Variant hFZD2 viruses inhibit chondrogenesis in frontonasal mass micromass cultures

The in vivo experiments showed that wt hFZD2 or the hFZD2 variants behaved similarly except that the variants inhibited facial narrowing. We used a complementary approach, i.e. primary facial mesenchyme placed into high-density culture to further test variants for differences compared to the wild-type gene. Micromass cultures are a well-established approach to study chondrogenesis in the face (Hosseini-Farahabadi et al., 2013; Richman and Crosby, 1990) and limbs (Weston et al., 2002). In addition, unlike in vivo where injections vary between each embryo, the level of virus infection and the culture environment can be standardized across experiments. The epithelium is excluded in micromass cultures, which makes it easier to study the effect of misexpression specifically on skeletogenic mesenchyme.

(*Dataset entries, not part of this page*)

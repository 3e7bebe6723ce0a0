"""The verb `decimate`: sum out b − 1 of b cells, and say what chain is left.

The matrix of the renormalised chain is Wᵇ, formed with logarithms, so that its energies
E′ = −T ln Wᵇ are right at any temperature. Written with the chain's own terms they give the
renormalised parameters; where the terms do not suffice, the couplings that are missing are named
(M. Nauenberg, J. Math. Phys. 16, 703 (1975); D. R. Nelson and M. E. Fisher, Ann. Phys. 91, 226
(1975); from memory).
"""

from __future__ import annotations

from collections.abc import Iterator, Mapping
from dataclasses import dataclass
from functools import cached_property
from numbers import Integral
from typing import Any

import numpy as np

from ...assemble.matrix import Assembled
from ...assemble.window import build_window
from ...declare.chain import Chain
from ...declare.point import Point
from ...errors import NotApplicable, ParameterError, TooLargeError, listing
from ...operators.algebras import LogSum, LogTable
from ...operators.product import power
from .chain import table_point
from .fit import Fit, fit_energies, symmetric_gauge
from .terms import Cuts, own_terms

__all__ = ["Decimation", "check_cells", "decimate", "fitted", "powered", "prepared"]

#: States of the cut: the log-sum product holds their number cubed, per point.
_STATES = 64
#: Missing couplings that are listed, and that are named in a sentence.
_SHOWN, _NAMED = 12, 4
#: Entries of a log-sum product that are held at once.
_HELD = 2**21


@dataclass(frozen=True, eq=False, repr=False)
class Decimation:
    """A renormalised chain, of one cell for every b cells of the old one; prints as text.

    Attributes
    ----------
    point : Point
        What was decimated.
    b : int
        Old cells per new cell.
    states : tuple of str
        States of the sites that stay.
    kept : tuple of str
        Those sites.
    summed : int
        Sites summed out per new cell.
    energies : ndarray, shape (*batch, n, n)
        E′ = −T ln Wᵇ between neighbouring groups of kept sites, in the user's unit, shifted by
        g(a) − g(b) so as to be as symmetric as it can be (which changes no ring); inf where
        forbidden. It holds all of the free energy: the chain of E′ has f′ = b f.
    parameters : dict of str to ndarray
        The chain's own parameters that reproduce E′ best, at the same T.
    constant : ndarray, shape batch
        C: energy per new cell that the parameters leave, f = (f′ + C)/b where the family closes.
    held : tuple of str
        Parameters that E′ does not determine, kept at their old values.
    missing : dict of str to ndarray
        Further couplings in E′ that the chain has no term for; inf marks pairs that became forbidden.
        With any of them, `parameters` and `constant` belong to the sum that includes them.
    residual : ndarray, shape batch
        Largest misfit of the own terms alone; 0 where rounding explains it.
    closes : bool
        Whether the own terms suffice, at every point.
    why : str
        What stands in the way; empty where the family closes.
    """

    point: Point
    b: int
    states: tuple[str, ...]
    kept: tuple[str, ...]
    summed: int
    energies: np.ndarray
    parameters: Mapping[str, np.ndarray]
    constant: np.ndarray
    held: tuple[str, ...]
    missing: Mapping[str, np.ndarray]
    residual: np.ndarray
    closes: bool
    why: str
    cuts: Cuts

    @property
    def renormalised(self) -> Point:
        """The same chain at the renormalised parameters; f = (f′ + C)/b.

        Raises
        ------
        NotApplicable
            The family does not close; `table` gives a chain that always works.
        """
        if not self.closes:
            raise NotApplicable(f"{self.why}; use .table, which is a chain with the energies E′ themselves")
        return self.point.replace(**self.parameters)

    @cached_property
    def table(self) -> Point:
        """The chain of the energies E′ themselves: f′ = b f, means of kept sites as before."""
        values = self.cuts.values
        names = self.cuts.names if self.cuts.numeric else ()
        readings = {name: [state[k] for state in values] for k, name in enumerate(names)}
        name = f"{self.point.chain.name}, every {self.b} cells"
        return table_point(self.energies, self.point.values["T"], self.states, readings, name)

    def __str__(self) -> str:
        chain = self.point.chain.name
        lines = [f"{chain}: {self.summed} of {self.summed + len(self.kept)} sites summed out of every {self.b} cells"]
        lines.append(f"  kept: {listing(self.kept)}")
        if self.parameters:
            shown = ", ".join(f"{name} = {_show(value)}" for name, value in self.parameters.items())
            lines.append(f"  {shown}; constant {_show(self.constant)}")
        if self.held:
            lines.append(f"  not determined, kept: {listing(self.held)}")
        lines.append("  the family closes" if self.closes else f"  does not close: {self.why}")
        lines += [f"    {name}: {_show(value)}" for name, value in list(self.missing.items())[:_SHOWN]]
        if len(self.missing) > _SHOWN:
            lines.append(f"    and {len(self.missing) - _SHOWN} more in .missing")
        return "\n".join(lines)

    def __repr__(self) -> str:
        kind = "closes" if self.closes else "does not close"
        return f"<Decimation of {self.point.chain.name!r} by {self.b}: {kind}>"


def decimate(point: Point, b: int = 2) -> Decimation:
    """Sum out b − 1 of every b cells of a chain: the energies and parameters of the chain that is left.

    Parameters
    ----------
    point : Point
        One point or a batch, T > 0. Only the sites of the smallest cut are kept, so that a cut of
        several sites (next-nearest neighbours, ladders) gives couplings between groups of sites.
    b : int
        Old cells per new cell, ≥ 2 and at least the width of the cut.

    Raises
    ------
    ParameterError
        A bad b.
    NotApplicable
        T = 0, no term that joins cells, or continuous variables in the cut.
    TooLargeError
        More than 64 states of the cut.

    Examples
    --------
    In zero field tanh(J′/T) = tanh²(J/T):

    >>> import math
    >>> from tmsolve import Chain, bond, ising
    >>> half = decimate(Chain(ising(), [bond(lambda s, t, J: -J*s*t)]).at(T=1, J="0.5"))
    >>> print(f"{math.tanh(float(half.parameters['J'])):.12f} {math.tanh(0.5)**2:.12f}")
    0.213552267034 0.213552267034
    >>> half.closes
    True
    """
    assembled, cuts = prepared(point, b)
    if b < cuts.steps:
        raise ParameterError(
            f"b = {b}, but this chain is cut at {len(cuts.window.left)} sites over {cuts.steps} cells, and cuts "
            f"{b} cells apart overlap; use b >= {cuts.steps}"
        )
    table = powered(LogTable(*assembled.reduced), assembled.beta, int(b))
    fits, energies = fitted(table, point, cuts)
    return _collected(point, int(b), cuts, energies, fits)


def check_cells(b: Any) -> int:
    """Return b as an int, or refuse it."""
    if isinstance(b, bool) or not isinstance(b, Integral) or b < 2:
        raise ParameterError(f"b counts the old cells per new cell, a whole number >= 2, got {b!r}")
    return int(b)


def prepared(point: Point, b: Any) -> tuple[Assembled, Cuts]:
    """Check a point and b, and return the transfer matrix with what its cuts are."""
    check_cells(b)
    if not isinstance(point, Point):
        raise ParameterError(f"decimate takes a point, chain.at(T=…, …), got {point!r}")
    if (np.asarray(point.T) == 0).any():
        raise NotApplicable("decimate needs T > 0, got T = 0; use ground_state(chain) for the limit T = 0")
    window = build_window(point.chain)
    if not window.left:
        raise NotApplicable("no term of this chain joins one cell with the next, so that nothing is renormalised")
    cuts = Cuts.of(window)
    n = len(cuts.values)
    if n > _STATES:
        raise TooLargeError(
            f"the cut of this chain has {n} joint states; decimate takes at most {_STATES}", limit=_STATES
        )
    return Assembled(window, point.flat(), point.size), cuts


def powered(table: LogTable, beta: np.ndarray, b: int) -> LogTable:
    """Return the b-th power of a matrix (n, n, batch), a few points of the batch at a time."""
    energy, log = table.energy, table.log
    count = max(1, _HELD // len(energy) ** 3)
    parts = []
    for start in range(0, len(beta), count):
        some = slice(start, start + count)
        parts.append(power(LogSum(beta[some]), LogTable(energy[..., some], log[..., some]), b))
    return LogTable(*_concatenated([(part.energy, part.log) for part in parts]))


def _concatenated(parts: list[tuple[np.ndarray, np.ndarray]]) -> tuple[np.ndarray, np.ndarray]:
    energies, logs = zip(*parts, strict=True)
    return np.concatenate(energies, axis=-1), np.concatenate(logs, axis=-1)


def fitted(table: LogTable, point: Point, cuts: Cuts) -> tuple[Fit, np.ndarray]:
    """Write the energies of a table (n, n, batch) with a chain's own terms, and bring them to their gauge.

    Points with the same forbidden pairs are treated together.
    """
    T = np.broadcast_to(np.asarray(point.T, dtype=np.float64), point.shape).ravel()
    raw = np.where(table.log == -np.inf, np.inf, table.energy - T * table.log)
    own = own_terms(point.chain, cuts)
    batch = raw.shape[-1]
    old = {name: np.broadcast_to(point.number(name), point.shape).ravel() for name in point.chain.parameters}
    gauged = np.empty_like(raw)
    parts: list[tuple[np.ndarray, Fit]] = []
    _, group = np.unique(np.isfinite(raw).reshape(-1, batch), axis=1, return_inverse=True)
    for g in range(int(group.max()) + 1):
        some = np.flatnonzero(group.ravel() == g)
        gauged[..., some] = symmetric_gauge(raw[..., some])
        parts.append((some, fit_energies(raw[..., some], own, cuts, T[some], {k: v[some] for k, v in old.items()})))
    return _joined(parts, batch), gauged


def _joined(parts: list[tuple[np.ndarray, Fit]], batch: int) -> Fit:
    def join(values: Iterator[tuple[np.ndarray, Any]], dtype: Any = float) -> np.ndarray:
        out = np.zeros(batch, dtype=dtype)
        for some, value in values:
            out[some] = value
        return out

    fits = [fit for _, fit in parts]
    parameters = dict.fromkeys(name for fit in fits for name in fit.parameters)
    couplings = dict.fromkeys(name for fit in fits for name in fit.couplings)
    return Fit(
        join((some, fit.constant) for some, fit in parts),
        {name: join((some, fit.parameters.get(name, np.nan)) for some, fit in parts) for name in parameters},
        tuple(dict.fromkeys(name for fit in fits for name in fit.held)),
        {name: join((some, fit.couplings.get(name, 0)) for some, fit in parts) for name in couplings},
        join((some, fit.residual) for some, fit in parts),
        join(((some, fit.closes) for some, fit in parts), bool),
        tuple(dict.fromkeys(name for fit in fits for name in fit.changed)),
    )


def _collected(point: Point, b: int, cuts: Cuts, energies: np.ndarray, fit: Fit) -> Decimation:
    def shaped(values: np.ndarray) -> Any:
        return values.reshape(point.shape)[()]

    closes = bool(fit.closes.all())
    kinds = len(point.chain.cell)
    return Decimation(
        point,
        b,
        tuple(cuts.labels),
        tuple(f"{kind}[{b}n]" if cell == 0 else f"{kind}[{b}n+{cell}]" for kind, cell in cuts.window.left),
        b * kinds - len(cuts.window.left),
        np.moveaxis(energies, -1, 0).reshape(*point.shape, *energies.shape[:2]),
        {name: shaped(values) for name, values in fit.parameters.items()},
        shaped(fit.constant),
        fit.held,
        {name: shaped(values) for name, values in fit.couplings.items()},
        shaped(fit.residual),
        closes,
        "" if closes else _reason(point.chain, cuts, fit),
        cuts,
    )


def _reason(chain: Chain, cuts: Cuts, fit: Fit) -> str:
    own = own_terms(chain, cuts)
    if isinstance(own, str):
        return own
    gained = [name for name in fit.couplings if name not in fit.changed]
    parts = []
    if gained:
        more = f" and {len(gained) - _NAMED} more" if len(gained) > _NAMED else ""
        parts.append(f"the chain has no term for {listing(gained[:_NAMED])}{more}")
    if fit.changed:
        parts.append(f"other pairs are forbidden than before: {listing(fit.changed)}")
    return "; ".join(parts) or f"the energies differ from the chain's own terms by {float(fit.residual.max()):.2g}"


def _show(value: Any) -> str:
    return f"{float(value):.10g}" if np.ndim(value) == 0 else f"array{np.shape(value)}"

In the micromass cultures, the viral spread could be observed as green fluorescence by staining with an anti-GAG antibody (Fig. 3A,J,S). Moreover, hFZD2 transcript levels were comparable between the hFZD2-infected day 8 cultures (Fig. 3AB). The cultures were stained in wholemounts with Alcian Blue (to detect cartilage sheets) and alkaline phosphatase (to detect mineralization) (Fig. 3B-E,K-N,T-W′). On day 4, all viruses allowed the formation of Alcian Blue-stained cartilage sheets (Fig. 3B-E). This implied that wt hFZD2 and hFZD2 variants do not affect initial steps such as formation of cartilage condensations. At day 6, robust Alcian Blue-positive cartilage sheets were visible (Fig. 3K-N) and, for the first time, alkaline phosphatase-positive fibroblasts in the fringe of the culture were visible (Fig. 3K-N). There were no differences between the GFP- and hFZD2-infected cultures. The chondrogenesis and mineralization had progressed in day 8 cultures. All the hFZD2-infected cultures had less red alkaline phosphatase staining in the center of the cultures compared to that in GFP controls (Fig. 3T-W), echoing the decreased ossification seen in vivo by all hFZD2 viruses. There were no qualitative differences in the extent of Alcian Blue staining between GFP and hFZD2 viruses (Fig. 3T′-W′). However, the differences in Alcian Blue or alkaline phosphatase staining could not be quantified from wholemount images; therefore, we turned to transverse sections of cultures in which the microscopic differentiation of chondrocytes could be assessed.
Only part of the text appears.